I went out too and caught a 15 inch smb and some longeared sunfish. Which I felt good about till I read your guys report. Either your great liers or that's the best day of fishing I've ever heard of around here...


----------



## oldstinkyguy (Mar 28, 2010)

deltaoscar said:


>


 thats a really cool picture


----------



## biggredj (May 24, 2010)

Awesome fishing guys, can't complain about a little weather when the fishings that good. Although I was sure that was was a small tornado that came through

posted using Outdoor Hub Campfire


----------



## HOUSE (Apr 29, 2010)

Best trip report of the year guys. Way to kill it! Where was your third amigo, Dandrews?


----------



## kingofamberley (Jul 11, 2012)

Jesus you guys had an epic day. Hats off to ya.


----------



## oldstinkyguy (Mar 28, 2010)

co-angler said:


> Ok.....so were they in the swifter current or were they everywhere?
> 
> Posted using Outdoor Hub Campfire


Most of the fish were right next to swifter current. There were two chutes of whitewater that were roaring and right between the two was an eddy that the channelcats were stacked up in. I didn't fish deep slow water much because we started off catching them in faster water and just stayed with it. I think Deltaoscar did great with a tube while I caught mine on a standard grub and one called a Jewel Sculpin. The sculpin has been just about my favorite bait this year. If only they were as cheap as tubes and grubs. The channels in particular loved it. I'm assuming its imitating several of the darters that inhabit the faster water I was fishing. Heres a picture of it I stole off google...


----------



## oldstinkyguy (Mar 28, 2010)

HOUSE said:


> Best trip report of the year guys. Way to kill it! Where was your third amigo, Dandrews?
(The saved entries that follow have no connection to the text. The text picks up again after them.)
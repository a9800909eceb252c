package sight_test

import (
	"context"
	"math"
	"slices"
	"testing"

	"pgregory.net/rapid"

	"enfilade/solver/exact"
	"enfilade/solver/mesh"
	"enfilade/solver/plantest"
	"enfilade/solver/sight"
)

// piecesOf turns cones into pieces.
func piecesOf(eye exact.Pt, cones []sight.Cone) []sight.Piece {
	var list []sight.Piece
	for _, k := range cones {
		p := sight.Piece{Tri: k.Tri, N: 2}
		p.Lines[0], p.Lines[1] = exact.Line{At: eye, Dir: k.R}, exact.Line{At: eye, Dir: k.L.Neg()}
		list = append(list, p)
	}
	return list
}

// TestOutlineOfCones joins the cones of a point's region together again: area and border must be those that the region itself
// has from its own ring.
func TestOutlineOfCones(t *testing.T) {
	for name, plans := range plantest.Small() {
		t.Run(name, rapid.MakeCheck(func(t *rapid.T) {
			p := plans.Draw(t, "plan")
			t.Log(plantest.Text(p))
			g, m := graphAndMesh(t, p)
			f := sight.New(m)
			at := places(p, g)
			height := heights.Draw(t, "height")
			eye := at[rapid.IntRange(0, len(at)-1).Draw(t, "eye")]
			cones, err := f.Cones(eye, height, sight.Clip{})
			if err != nil {
				return
			}
			area, lengths := sight.Measure(f.Outline(piecesOf(eye, cones), eye, height))
			r, err := f.Region(eye, height)
			if err != nil {
				t.Fatal(err)
			}
			if want := r.Area(); math.Abs(area-want) > 1e-9*want {
				t.Errorf("eye %v height %v: area %v, want %v", eye, height, area, want)
			}
			want, whole := r.Lengths(), 0.0
			for _, l := range want {
				whole += l
			}
			for k, l := range want {
				if math.Abs(lengths[k]-l) > 1e-9*whole {
					t.Errorf("eye %v height %v: border %v, want %v", eye, height, lengths, want)
				}
			}
		}))
	}
}

// TestOutlineOfPieces holds the area within the border of all that sees any part of a face against a slow union of its pieces.
func TestOutlineOfPieces(t *testing.T) {
	several, holes := 0, 0
	for name, plans := range plantest.Small() {
		t.Run(name, rapid.MakeCheck(func(t *rapid.T) {
			p := plans.Draw(t, "plan")
			t.Log(plantest.Text(p))
			g, m := graphAndMesh(t, p)
			f := sight.New(m)
			height := heights.Draw(t, "height")
			c := faceOf(t, g, places(p, g))
			if c.A == c.B || !f.Free(c, height) {
				return
			}
			pieces, err := f.Partly(context.Background(), nil, c, height)
			if err != nil {
				t.Fatal(err)
			}
			rings := f.Outline(pieces, c.A, height)
			area, lengths := sight.Measure(rings)
			border := lengths[0] + lengths[1] + lengths[2]
			// Slivers of 40 km by a tenth of a millimetre cancel but for the last bits of the products they are measured by.
			if want := unionArea(m, pieces, c.A); math.Abs(area-want) > 1e-9*want+border*border*0x1p-52 {
				t.Errorf("face %v height %v: area %v, want %v", c, height, area, want)
			}
			if len(rings) > 1 {
				several++
			}
			for i := range rings {
				if rings[i].Area() < 0 {
					holes++
				}
			}
			whole, err := f.Whole(nil, c, height)
			if err != nil {
				t.Fatal(err)
			}
			if rings := f.Outline(whole, c.A, height); len(whole) > 0 && len(rings) != 1 {
				t.Errorf("face %v height %v: all of it is seen from %d separate parts", c, height, len(rings))
			}
		}))
	}
	if several < 5 || holes < 5 {
		t.Errorf("only %d outlines of several rings, %d holes: the test has lost its aim", several, holes)
	}
}

// unionArea adds up the area of the union of the pieces of each triangle, cut into upright strips at every corner and every
// crossing; within a strip the pieces are a few trapezoids of which none cross.
func unionArea(m *mesh.Mesh, pieces []sight.Piece, origin exact.Pt) float64 {
	by := map[int32][][][2]float64{}
	for i := range pieces {
		by[pieces[i].Tri] = append(by[pieces[i].Tri], cornersOf(m, &pieces[i], origin))
	}
	sum := 0.0
	for _, polys := range by {
		var xs []float64
		for i, a := range polys {
			for k := range a {
				xs = append(xs, a[k][0])
				for _, b := range polys[:i] {
					for j := range b {
						if x, ok := crossX(a[k], a[(k+1)%len(a)], b[j], b[(j+1)%len(b)]); ok {
							xs = append(xs, x)
						}
					}
				}
			}
		}
		slices.Sort(xs)
		for i := 1; i < len(xs); i++ {
			sum += stripArea(polys, xs[i-1], xs[i])
		}
	}
	return sum
}

func stripArea(polys [][][2]float64, x0, x1 float64) float64 {
	var spans [][2]float64
	for _, p := range polys {
		lo, hi := math.Inf(1), math.Inf(-1)
		for k, a := range p {
			b := p[(k+1)%len(p)]
			if x := (x0 + x1) / 2; a[0] != b[0] && (a[0]-x)*(b[0]-x) <= 0 {
				y := a[1] + (b[1]-a[1])*(x-a[0])/(b[0]-a[0])
				lo, hi = min(lo, y), max(hi, y)
			}
		}
		if lo < hi {
			spans = append(spans, [2]float64{lo, hi})
		}
	}
	slices.SortFunc(spans, func(a, b [2]float64) int { return int(math.Copysign(1, a[0]-b[0])) })
	sum, top := 0.0, math.Inf(-1)
	for _, s := range spans {
		if s[1] > top {
			sum += s[1] - max(s[0], top)
			top = s[1]
		}
	}
	return sum * (x1 - x0)
}

func crossX(a, b, c, d [2]float64) (float64, bool) {
	den := (b[0]-a[0])*(d[1]-c[1]) - (b[1]-a[1])*(d[0]-c[0])
	if den == 0 {
		return 0, false
	}
	t := ((c[0]-a[0])*(d[1]-c[1]) - (c[1]-a[1])*(d[0]-c[0])) / den
	return a[0] + t*(b[0]-a[0]), t >= 0 && t <= 1
}

func cornersOf(m *mesh.Mesh, p *sight.Piece, origin exact.Pt) [][2]float64 {
	var c sight.Convex
	c.Take(&m.Tris[p.Tri], p)
	var list [][2]float64
	for i := range c.Len() {
		num, den := c.Line(i).Meet(c.Line(i + 1))
		x, y := c.Line(i).Point(origin, float64(num)/float64(den))
		list = append(list, [2]float64{x, y})
	}
	return list
}

// TestOutlineSharedBorder joins two pieces that overlap and have a stretch of border in common, on the same side of one line.
func TestOutlineSharedBorder(t *testing.T) {
	m := build(t, "floor 0,0 10,0 0,10")
	place, ok := m.Locate(exact.Pt{X: 20000, Y: 20000})
	if !ok {
		t.Fatal("off the mesh")
	}
	above := exact.Line{At: exact.Pt{Y: 10000}, Dir: exact.Vec{X: 1000}}
	left := exact.Line{At: exact.Pt{X: 50000}, Dir: exact.Vec{Y: 1000}}
	right := exact.Line{At: exact.Pt{X: 30000}, Dir: exact.Vec{Y: -1000}}
	pieces := []sight.Piece{{Tri: place.Tri, N: 2}, {Tri: place.Tri, N: 2}}
	pieces[0].Lines[0], pieces[0].Lines[1] = above, left
	pieces[1].Lines[0], pieces[1].Lines[1] = above, right
	for range 2 {
		rings := sight.New(m).Outline(pieces, exact.Pt{}, 16000)
		area, lengths := sight.Measure(rings)
		// The floor above y = 1 m: a right triangle with legs of 9 m.
		if len(rings) != 1 || rings[0].Len() != 3 || area != 90000*90000/2 || lengths[sight.Occluding] != 90000 {
			t.Errorf("%d rings, area %v, border %v", len(rings), area, lengths)
		}
		slices.Reverse(pieces)
	}
}
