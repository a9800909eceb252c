package sight

import (
	"math"

	"enfilade/solver/exact"
)

// RangePolygon returns a polygon with grid corners inside the circle of the given radius around eye, counter-clockwise and
// nowhere more than 1 mm from it, so that floor beyond the range is never claimed. It is the same under quarter turns and
// mirroring.
//
// An edge's middle lies r(1 - cos(pi/n)) inside the circle, and cutting its ends to the grid brings it in by at most
// sqrt 2 units; n keeps the first below 8, the sum below 10. The radius, at least 16 units, must leave the corners legal.
func RangePolygon(eye exact.Pt, radius int32) []exact.Pt {
	r := float64(radius)
	n := 8 * int(math.Ceil(math.Pi/math.Acos(1-8/r)/8))
	return octants(eye, n, func(i int) exact.Vec {
		s, c := math.Sincos(2 * math.Pi * float64(i) / float64(n))
		return exact.Vec{X: int32(r * c), Y: int32(r * s)}
	})
}

// octants returns the ring of n corners about eye, n a multiple of 8, of which corner gives those of the first octant, from +x
// to the diagonal; the others follow by turning and mirroring.
func octants(eye exact.Pt, n int, corner func(i int) exact.Vec) []exact.Pt {
	quarter := n / 4
	ring := make([]exact.Pt, n)
	for i := range quarter {
		v := exact.Vec{}
		if i <= n/8 {
			v = corner(i)
		} else { // the second half of the quarter mirrors the first
			w := corner(quarter - i)
			v = exact.Vec{X: w.Y, Y: w.X}
		}
		for q := range 4 {
			ring[i+q*quarter] = eye.Add(v)
			v = v.Left()
		}
	}
	return ring
}

// cutByRange appends to f.pieces what piece w becomes when the range's polygon, star-shaped around the eye as the region
// is, hides what lies beyond it. Both are compared along every direction in which one of them has a corner.
func (f *Finder) cutByRange(w piece, j *joiner) {
	ring := j.clip.Range
	now := w.r
	for i := rangeEdge(ring, j.eye, w.r); ; i = (i + 1) % len(ring) {
		a, b := ring[i], ring[(i+1)%len(ring)]
		end, done := b.Sub(j.eye), false
		if end.Cross(w.l) <= 0 {
			end, done = w.l, true
		}
		f.cutByEdge(w, a, b, now, end, j.eye)
		if done {
			return
		}
		now = end
	}
}

// cutByEdge appends what w becomes between the directions r and l, where the polygon's border is its edge from a to b.
func (f *Finder) cutByEdge(w piece, a, b exact.Pt, r, l exact.Vec, eye exact.Pt) {
	far := piece{kind: ClipSide, a: a, b: b, r: r, l: l}
	near := piece{kind: Wall, a: w.a, b: w.b, r: r, l: l}
	atR := near.reach(eye, r).compare(far.reach(eye, r))
	atL := near.reach(eye, l).compare(far.reach(eye, l))
	switch {
	case atR <= 0 && atL <= 0:
		f.addPiece(near)
	case atR >= 0 && atL >= 0:
		f.addPiece(far)
	default:
		x := crossingOf(exact.Through(w.a, w.b), exact.Through(a, b))
		one, two := near, far
		if atR > 0 {
			one, two = far, near
		}
		one.cutL, one.end = true, x
		two.cutR, two.start = true, x
		f.addPiece(one)
		f.addPiece(two)
	}
}

// addPiece appends p, as part of the piece before it when both lie on one line and meet.
func (f *Finder) addPiece(p piece) {
	if n := len(f.pieces); n > 0 {
		if q := &f.pieces[n-1]; q.a == p.a && q.b == p.b && !q.cutL && !p.cutR {
			q.l, q.cutL, q.end = p.l, p.cutL, p.end
			return
		}
	}
	f.pieces = append(f.pieces, p)
}

// reach returns how far along direction d the line of p lies.
func (p *piece) reach(eye exact.Pt, d exact.Vec) fraction {
	num, den := exact.Line{At: eye, Dir: d}.Meet(exact.Through(p.a, p.b))
	return fraction{num, den}
}

// crossingOf returns the vertex at which two lines that are not parallel meet.
func crossingOf(k, l exact.Line) Vertex {
	num, den := k.Meet(l)
	if den < 0 {
		num, den = -num, -den
	}
	return Vertex{k.At, k.Dir, num, den}
}

// rangeEdge returns the index of the ring's edge that direction d meets, its start included and its end not. O(log n).
func rangeEdge(ring []exact.Pt, eye exact.Pt, d exact.Vec) int {
	first := ring[0].Sub(eye)
	lo, hi := 0, len(ring)
	for hi-lo > 1 {
		mid := (lo + hi) / 2
		if v := ring[mid].Sub(eye); turnsBefore(first, v, d) || sameWay(v, d) {
			lo = mid
		} else {
			hi = mid
		}
	}
	return lo
}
He was working so I tortured him all day with texts. (I bet he makes it next time we go to smallmouth heaven)


----------



## Matulemj (May 29, 2012)

oldstinkyguy said:


> Most of the fish were right next to swifter current. There were two chutes of whitewater that were roaring and right between the two was an eddy that the channelcats were stacked up in. I didn't fish deep slow water much because we started off catching them in faster water and just stayed with it. I think Deltaoscar did great with a tube while I caught mine on a standard grub and one called a Jewel Sculpin. The sculpin has been just about my favorite bait this year. If only they were as cheap as tubes and grubs. The channels in particular loved it. I'm assuming its imitating several of the darters that inhabit the faster water I was fishing. Heres a picture of it I stole off google...


Those look sharp. Are you jigging them?


Posted using Outdoor Hub Campfire


----------



## Dandrews (Oct 10, 2010)

oldstinkyguy said:


> He was working so I tortured him all day with texts. (I bet he makes it next time we go to smallmouth heaven)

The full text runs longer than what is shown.